## Task to complete
Reproduce the entries shown below only from the line with "void Plan::setDetectorWavelengthNm(double nm)" down to the line with "if (!workspace_ || !workspace_->database()) return false;", keeping both end lines and copying each one exactly.

(Collected data entries)

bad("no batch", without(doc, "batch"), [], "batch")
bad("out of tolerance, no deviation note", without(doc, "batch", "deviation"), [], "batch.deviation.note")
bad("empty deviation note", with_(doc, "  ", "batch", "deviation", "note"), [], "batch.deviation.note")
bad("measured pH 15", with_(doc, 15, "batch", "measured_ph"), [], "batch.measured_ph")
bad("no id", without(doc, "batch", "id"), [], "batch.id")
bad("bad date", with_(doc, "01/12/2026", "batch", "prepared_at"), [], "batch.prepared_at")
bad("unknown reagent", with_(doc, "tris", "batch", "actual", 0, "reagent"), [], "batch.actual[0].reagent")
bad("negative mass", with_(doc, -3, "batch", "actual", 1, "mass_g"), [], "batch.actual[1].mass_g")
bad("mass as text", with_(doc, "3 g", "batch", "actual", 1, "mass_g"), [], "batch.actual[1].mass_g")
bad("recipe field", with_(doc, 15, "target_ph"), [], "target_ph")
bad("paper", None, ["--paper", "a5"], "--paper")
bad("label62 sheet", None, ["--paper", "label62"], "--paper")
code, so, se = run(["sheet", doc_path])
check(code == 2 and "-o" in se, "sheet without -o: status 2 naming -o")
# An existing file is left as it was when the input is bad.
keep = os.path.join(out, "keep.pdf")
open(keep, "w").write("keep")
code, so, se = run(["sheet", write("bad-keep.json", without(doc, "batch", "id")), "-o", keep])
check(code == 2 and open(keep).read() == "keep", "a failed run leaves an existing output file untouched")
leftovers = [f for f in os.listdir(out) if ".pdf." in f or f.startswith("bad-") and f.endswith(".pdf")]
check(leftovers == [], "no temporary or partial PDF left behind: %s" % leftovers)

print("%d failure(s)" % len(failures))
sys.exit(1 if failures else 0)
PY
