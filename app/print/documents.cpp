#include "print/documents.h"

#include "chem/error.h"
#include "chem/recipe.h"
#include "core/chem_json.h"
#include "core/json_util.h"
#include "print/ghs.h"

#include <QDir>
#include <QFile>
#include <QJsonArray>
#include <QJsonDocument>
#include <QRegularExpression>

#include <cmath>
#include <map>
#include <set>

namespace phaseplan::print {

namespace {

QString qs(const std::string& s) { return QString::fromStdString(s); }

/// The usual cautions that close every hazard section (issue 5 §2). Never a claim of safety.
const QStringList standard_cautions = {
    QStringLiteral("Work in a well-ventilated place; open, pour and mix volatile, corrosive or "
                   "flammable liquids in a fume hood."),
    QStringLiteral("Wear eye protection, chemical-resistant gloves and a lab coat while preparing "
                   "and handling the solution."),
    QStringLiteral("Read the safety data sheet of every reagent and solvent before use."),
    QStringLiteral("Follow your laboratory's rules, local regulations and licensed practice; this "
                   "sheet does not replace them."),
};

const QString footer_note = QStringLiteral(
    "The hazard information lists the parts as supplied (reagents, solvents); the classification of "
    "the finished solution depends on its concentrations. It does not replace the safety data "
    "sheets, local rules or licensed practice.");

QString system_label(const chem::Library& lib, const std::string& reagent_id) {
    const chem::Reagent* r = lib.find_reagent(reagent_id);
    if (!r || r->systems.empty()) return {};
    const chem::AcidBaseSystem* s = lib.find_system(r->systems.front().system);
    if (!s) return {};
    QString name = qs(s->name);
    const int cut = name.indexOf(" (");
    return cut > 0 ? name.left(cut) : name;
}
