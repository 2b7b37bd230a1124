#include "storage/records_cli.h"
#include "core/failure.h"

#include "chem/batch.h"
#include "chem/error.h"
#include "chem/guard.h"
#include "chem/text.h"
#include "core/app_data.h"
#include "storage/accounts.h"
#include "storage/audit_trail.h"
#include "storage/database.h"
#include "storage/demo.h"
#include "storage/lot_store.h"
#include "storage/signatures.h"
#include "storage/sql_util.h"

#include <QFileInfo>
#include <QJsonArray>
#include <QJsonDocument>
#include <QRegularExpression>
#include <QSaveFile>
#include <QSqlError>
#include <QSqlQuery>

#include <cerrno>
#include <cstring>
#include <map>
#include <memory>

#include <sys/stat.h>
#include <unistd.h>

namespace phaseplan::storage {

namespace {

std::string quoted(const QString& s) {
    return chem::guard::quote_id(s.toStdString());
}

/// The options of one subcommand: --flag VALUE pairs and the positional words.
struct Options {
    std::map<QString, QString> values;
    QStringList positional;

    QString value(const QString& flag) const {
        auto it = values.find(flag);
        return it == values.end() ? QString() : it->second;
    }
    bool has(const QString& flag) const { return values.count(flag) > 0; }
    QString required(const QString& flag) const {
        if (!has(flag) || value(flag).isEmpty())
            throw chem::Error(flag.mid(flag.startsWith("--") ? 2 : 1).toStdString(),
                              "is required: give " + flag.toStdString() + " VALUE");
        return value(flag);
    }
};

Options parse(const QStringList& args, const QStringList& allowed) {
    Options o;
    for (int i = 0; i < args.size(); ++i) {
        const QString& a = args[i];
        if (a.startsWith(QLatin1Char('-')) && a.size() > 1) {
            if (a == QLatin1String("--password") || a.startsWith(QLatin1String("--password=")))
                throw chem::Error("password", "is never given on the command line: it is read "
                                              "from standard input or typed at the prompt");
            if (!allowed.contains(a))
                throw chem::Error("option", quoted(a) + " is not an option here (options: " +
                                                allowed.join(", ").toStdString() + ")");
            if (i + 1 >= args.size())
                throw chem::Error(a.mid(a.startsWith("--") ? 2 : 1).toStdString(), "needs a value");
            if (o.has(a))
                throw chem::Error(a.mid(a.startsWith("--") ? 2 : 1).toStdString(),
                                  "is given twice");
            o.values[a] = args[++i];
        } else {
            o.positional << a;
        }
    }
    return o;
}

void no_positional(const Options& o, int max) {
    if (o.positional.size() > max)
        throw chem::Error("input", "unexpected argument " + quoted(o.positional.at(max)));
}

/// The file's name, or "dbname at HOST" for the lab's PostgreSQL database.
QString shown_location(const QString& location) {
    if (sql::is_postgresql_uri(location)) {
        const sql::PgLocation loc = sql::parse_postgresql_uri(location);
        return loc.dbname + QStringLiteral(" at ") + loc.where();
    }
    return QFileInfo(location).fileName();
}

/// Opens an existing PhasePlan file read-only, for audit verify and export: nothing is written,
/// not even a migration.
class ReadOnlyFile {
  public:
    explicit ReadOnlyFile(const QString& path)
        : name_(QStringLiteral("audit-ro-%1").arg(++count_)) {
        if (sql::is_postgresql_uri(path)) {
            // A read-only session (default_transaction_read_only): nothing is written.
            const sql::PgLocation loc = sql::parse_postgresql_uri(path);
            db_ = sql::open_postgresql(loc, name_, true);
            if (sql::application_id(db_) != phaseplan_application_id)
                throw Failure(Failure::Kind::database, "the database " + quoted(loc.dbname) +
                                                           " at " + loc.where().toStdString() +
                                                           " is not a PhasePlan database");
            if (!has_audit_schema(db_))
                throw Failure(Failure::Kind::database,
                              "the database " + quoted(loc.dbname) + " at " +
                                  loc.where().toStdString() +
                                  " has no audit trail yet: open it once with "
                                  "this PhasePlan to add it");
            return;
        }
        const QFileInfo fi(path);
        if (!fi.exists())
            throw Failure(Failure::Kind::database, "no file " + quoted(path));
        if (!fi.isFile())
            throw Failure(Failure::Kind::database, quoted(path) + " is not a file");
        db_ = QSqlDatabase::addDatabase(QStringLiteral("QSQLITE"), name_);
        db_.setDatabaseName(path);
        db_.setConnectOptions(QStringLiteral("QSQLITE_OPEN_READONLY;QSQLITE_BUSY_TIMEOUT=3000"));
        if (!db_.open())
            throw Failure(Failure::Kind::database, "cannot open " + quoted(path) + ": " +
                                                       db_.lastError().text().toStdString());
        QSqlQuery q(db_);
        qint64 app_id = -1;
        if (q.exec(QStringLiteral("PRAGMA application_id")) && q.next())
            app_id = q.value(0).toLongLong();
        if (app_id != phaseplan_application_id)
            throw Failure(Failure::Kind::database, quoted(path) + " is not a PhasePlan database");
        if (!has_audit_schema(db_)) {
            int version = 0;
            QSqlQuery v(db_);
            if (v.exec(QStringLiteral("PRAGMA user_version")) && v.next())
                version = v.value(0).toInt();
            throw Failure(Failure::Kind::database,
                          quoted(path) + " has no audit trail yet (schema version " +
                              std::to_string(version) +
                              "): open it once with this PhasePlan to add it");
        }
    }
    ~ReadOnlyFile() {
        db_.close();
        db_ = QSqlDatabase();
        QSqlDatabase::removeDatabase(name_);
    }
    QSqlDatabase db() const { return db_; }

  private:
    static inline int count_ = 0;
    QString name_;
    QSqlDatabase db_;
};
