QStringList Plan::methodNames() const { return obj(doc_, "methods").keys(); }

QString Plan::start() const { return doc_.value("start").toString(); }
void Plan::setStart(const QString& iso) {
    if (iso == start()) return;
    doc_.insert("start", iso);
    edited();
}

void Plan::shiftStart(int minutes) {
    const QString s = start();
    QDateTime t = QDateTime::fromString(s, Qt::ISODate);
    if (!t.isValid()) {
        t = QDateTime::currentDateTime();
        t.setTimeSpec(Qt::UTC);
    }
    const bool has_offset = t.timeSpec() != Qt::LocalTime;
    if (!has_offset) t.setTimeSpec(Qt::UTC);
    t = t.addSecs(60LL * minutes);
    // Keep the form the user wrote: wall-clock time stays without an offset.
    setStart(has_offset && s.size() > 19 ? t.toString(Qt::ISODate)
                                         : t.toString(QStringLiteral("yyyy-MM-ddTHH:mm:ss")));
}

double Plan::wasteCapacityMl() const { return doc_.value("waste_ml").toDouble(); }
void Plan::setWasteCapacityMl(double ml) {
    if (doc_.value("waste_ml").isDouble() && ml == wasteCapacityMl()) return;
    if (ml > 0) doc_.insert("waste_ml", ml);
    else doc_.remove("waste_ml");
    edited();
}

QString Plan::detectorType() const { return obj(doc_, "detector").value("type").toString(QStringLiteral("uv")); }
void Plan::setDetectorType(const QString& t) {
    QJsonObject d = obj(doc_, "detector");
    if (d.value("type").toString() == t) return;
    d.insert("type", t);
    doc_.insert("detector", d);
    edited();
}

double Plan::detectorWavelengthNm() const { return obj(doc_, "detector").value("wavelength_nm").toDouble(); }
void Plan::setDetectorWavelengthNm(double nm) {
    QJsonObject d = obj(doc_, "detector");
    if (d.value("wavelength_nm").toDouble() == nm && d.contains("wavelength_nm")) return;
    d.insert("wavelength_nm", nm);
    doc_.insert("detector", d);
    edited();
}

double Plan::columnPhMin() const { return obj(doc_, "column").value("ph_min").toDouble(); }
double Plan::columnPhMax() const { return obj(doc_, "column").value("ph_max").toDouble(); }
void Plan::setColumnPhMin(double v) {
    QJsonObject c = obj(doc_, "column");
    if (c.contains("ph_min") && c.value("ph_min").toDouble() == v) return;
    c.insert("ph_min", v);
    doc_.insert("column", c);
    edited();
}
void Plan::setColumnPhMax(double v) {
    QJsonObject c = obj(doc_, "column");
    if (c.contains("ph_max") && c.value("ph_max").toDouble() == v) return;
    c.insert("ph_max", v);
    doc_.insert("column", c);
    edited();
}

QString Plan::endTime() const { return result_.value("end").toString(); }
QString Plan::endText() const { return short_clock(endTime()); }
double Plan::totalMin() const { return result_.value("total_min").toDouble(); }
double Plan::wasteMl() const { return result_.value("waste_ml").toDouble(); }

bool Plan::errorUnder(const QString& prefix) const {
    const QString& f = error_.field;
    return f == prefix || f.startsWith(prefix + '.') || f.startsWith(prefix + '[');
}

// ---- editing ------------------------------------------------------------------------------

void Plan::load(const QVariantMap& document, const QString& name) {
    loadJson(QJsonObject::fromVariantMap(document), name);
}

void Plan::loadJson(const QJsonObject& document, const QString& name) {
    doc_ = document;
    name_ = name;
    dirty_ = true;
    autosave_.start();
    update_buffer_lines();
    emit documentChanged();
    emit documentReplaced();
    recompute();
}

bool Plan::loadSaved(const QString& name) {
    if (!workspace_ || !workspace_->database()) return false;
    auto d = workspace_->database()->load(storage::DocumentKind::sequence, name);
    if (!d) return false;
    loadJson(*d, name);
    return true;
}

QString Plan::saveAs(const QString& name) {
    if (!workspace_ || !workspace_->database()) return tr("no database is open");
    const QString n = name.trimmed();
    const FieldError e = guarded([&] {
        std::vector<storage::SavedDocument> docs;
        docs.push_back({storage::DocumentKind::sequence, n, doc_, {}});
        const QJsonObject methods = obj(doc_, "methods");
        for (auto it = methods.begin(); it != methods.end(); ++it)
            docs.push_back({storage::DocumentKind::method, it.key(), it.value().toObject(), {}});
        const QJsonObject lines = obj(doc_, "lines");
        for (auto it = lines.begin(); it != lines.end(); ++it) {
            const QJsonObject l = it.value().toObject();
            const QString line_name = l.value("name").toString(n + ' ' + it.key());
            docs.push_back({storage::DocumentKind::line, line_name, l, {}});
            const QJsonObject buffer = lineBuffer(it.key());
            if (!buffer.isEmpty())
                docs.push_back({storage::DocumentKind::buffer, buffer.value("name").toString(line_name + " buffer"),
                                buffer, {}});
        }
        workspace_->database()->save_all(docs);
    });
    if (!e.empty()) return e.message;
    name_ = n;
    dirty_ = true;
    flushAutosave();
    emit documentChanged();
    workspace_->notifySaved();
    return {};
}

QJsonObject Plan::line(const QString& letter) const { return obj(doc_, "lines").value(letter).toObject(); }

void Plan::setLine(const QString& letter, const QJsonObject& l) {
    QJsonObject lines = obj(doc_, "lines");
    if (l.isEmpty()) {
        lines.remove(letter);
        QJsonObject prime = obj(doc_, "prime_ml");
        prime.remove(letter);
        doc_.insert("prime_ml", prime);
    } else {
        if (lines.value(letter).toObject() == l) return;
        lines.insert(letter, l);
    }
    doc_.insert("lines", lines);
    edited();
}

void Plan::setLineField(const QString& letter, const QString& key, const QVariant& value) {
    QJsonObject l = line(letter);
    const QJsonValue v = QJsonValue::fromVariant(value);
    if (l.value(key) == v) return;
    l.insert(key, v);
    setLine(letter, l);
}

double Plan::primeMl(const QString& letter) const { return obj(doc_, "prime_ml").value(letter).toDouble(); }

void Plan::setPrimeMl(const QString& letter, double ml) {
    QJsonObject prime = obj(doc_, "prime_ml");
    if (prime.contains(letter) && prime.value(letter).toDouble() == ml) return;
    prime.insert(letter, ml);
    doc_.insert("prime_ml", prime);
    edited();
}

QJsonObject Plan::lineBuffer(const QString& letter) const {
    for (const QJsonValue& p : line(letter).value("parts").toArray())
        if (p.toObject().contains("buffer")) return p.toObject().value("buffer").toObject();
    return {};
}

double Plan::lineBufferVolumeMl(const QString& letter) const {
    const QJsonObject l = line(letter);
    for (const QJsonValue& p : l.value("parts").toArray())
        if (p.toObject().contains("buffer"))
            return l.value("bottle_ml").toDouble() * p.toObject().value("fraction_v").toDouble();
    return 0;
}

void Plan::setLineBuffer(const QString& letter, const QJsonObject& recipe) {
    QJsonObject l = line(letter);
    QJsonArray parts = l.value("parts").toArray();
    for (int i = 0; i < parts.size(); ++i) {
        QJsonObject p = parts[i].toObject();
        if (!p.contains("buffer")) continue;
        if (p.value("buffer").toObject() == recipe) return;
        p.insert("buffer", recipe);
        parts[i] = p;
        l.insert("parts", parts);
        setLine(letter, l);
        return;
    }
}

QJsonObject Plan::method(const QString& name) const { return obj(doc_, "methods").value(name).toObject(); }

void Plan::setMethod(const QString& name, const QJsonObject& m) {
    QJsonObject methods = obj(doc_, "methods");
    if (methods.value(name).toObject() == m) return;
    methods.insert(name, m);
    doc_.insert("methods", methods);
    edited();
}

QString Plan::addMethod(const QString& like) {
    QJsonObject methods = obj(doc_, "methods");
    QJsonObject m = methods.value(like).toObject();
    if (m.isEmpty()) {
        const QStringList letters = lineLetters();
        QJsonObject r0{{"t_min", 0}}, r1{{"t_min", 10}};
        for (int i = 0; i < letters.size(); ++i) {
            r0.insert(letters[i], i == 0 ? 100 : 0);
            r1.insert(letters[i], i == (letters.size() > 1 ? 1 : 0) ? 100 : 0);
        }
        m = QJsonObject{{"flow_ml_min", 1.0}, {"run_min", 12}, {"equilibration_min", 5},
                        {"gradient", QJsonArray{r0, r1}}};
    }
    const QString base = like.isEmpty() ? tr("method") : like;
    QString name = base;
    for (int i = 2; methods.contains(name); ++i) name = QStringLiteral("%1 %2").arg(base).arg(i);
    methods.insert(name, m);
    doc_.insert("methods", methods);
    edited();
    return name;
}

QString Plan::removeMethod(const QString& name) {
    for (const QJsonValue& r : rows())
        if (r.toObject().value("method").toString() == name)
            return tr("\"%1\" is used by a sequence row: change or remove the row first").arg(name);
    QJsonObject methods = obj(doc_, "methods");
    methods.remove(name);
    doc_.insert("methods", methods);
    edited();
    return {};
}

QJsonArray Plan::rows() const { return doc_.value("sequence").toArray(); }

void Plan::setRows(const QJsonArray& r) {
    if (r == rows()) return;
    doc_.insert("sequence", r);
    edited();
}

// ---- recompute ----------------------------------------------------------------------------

## Reply to the task
void Plan::setDetectorWavelengthNm(double nm) {
    QJsonObject d = obj(doc_, "detector");
    if (d.value("wavelength_nm").toDouble() == nm && d.contains("wavelength_nm")) return;
    d.insert("wavelength_nm", nm);
    doc_.insert("detector", d);
    edited();
}

double Plan::columnPhMin() const { return obj(doc_, "column").value("ph_min").toDouble(); }
double Plan::columnPhMax() const { return obj(doc_, "column").value("ph_max").toDouble(); }
void Plan::setColumnPhMin(double v) {
    QJsonObject c = obj(doc_, "column");
    if (c.contains("ph_min") && c.value("ph_min").toDouble() == v) return;
    c.insert("ph_min", v);
    doc_.insert("column", c);
    edited();
}
void Plan::setColumnPhMax(double v) {
    QJsonObject c = obj(doc_, "column");
    if (c.contains("ph_max") && c.value("ph_max").toDouble() == v) return;
    c.insert("ph_max", v);
    doc_.insert("column", c);
    edited();
}

QString Plan::endTime() const { return result_.value("end").toString(); }
QString Plan::endText() const { return short_clock(endTime()); }
double Plan::totalMin() const { return result_.value("total_min").toDouble(); }
double Plan::wasteMl() const { return result_.value("waste_ml").toDouble(); }

bool Plan::errorUnder(const QString& prefix) const {
    const QString& f = error_.field;
    return f == prefix || f.startsWith(prefix + '.') || f.startsWith(prefix + '[');
}

// ---- editing ------------------------------------------------------------------------------

void Plan::load(const QVariantMap& document, const QString& name) {
    loadJson(QJsonObject::fromVariantMap(document), name);
}

void Plan::loadJson(const QJsonObject& document, const QString& name) {
    doc_ = document;
    name_ = name;
    dirty_ = true;
    autosave_.start();
    update_buffer_lines();
    emit documentChanged();
    emit documentReplaced();
    recompute();
}

bool Plan::loadSaved(const QString& name) {
    if (!workspace_ || !workspace_->database()) return false;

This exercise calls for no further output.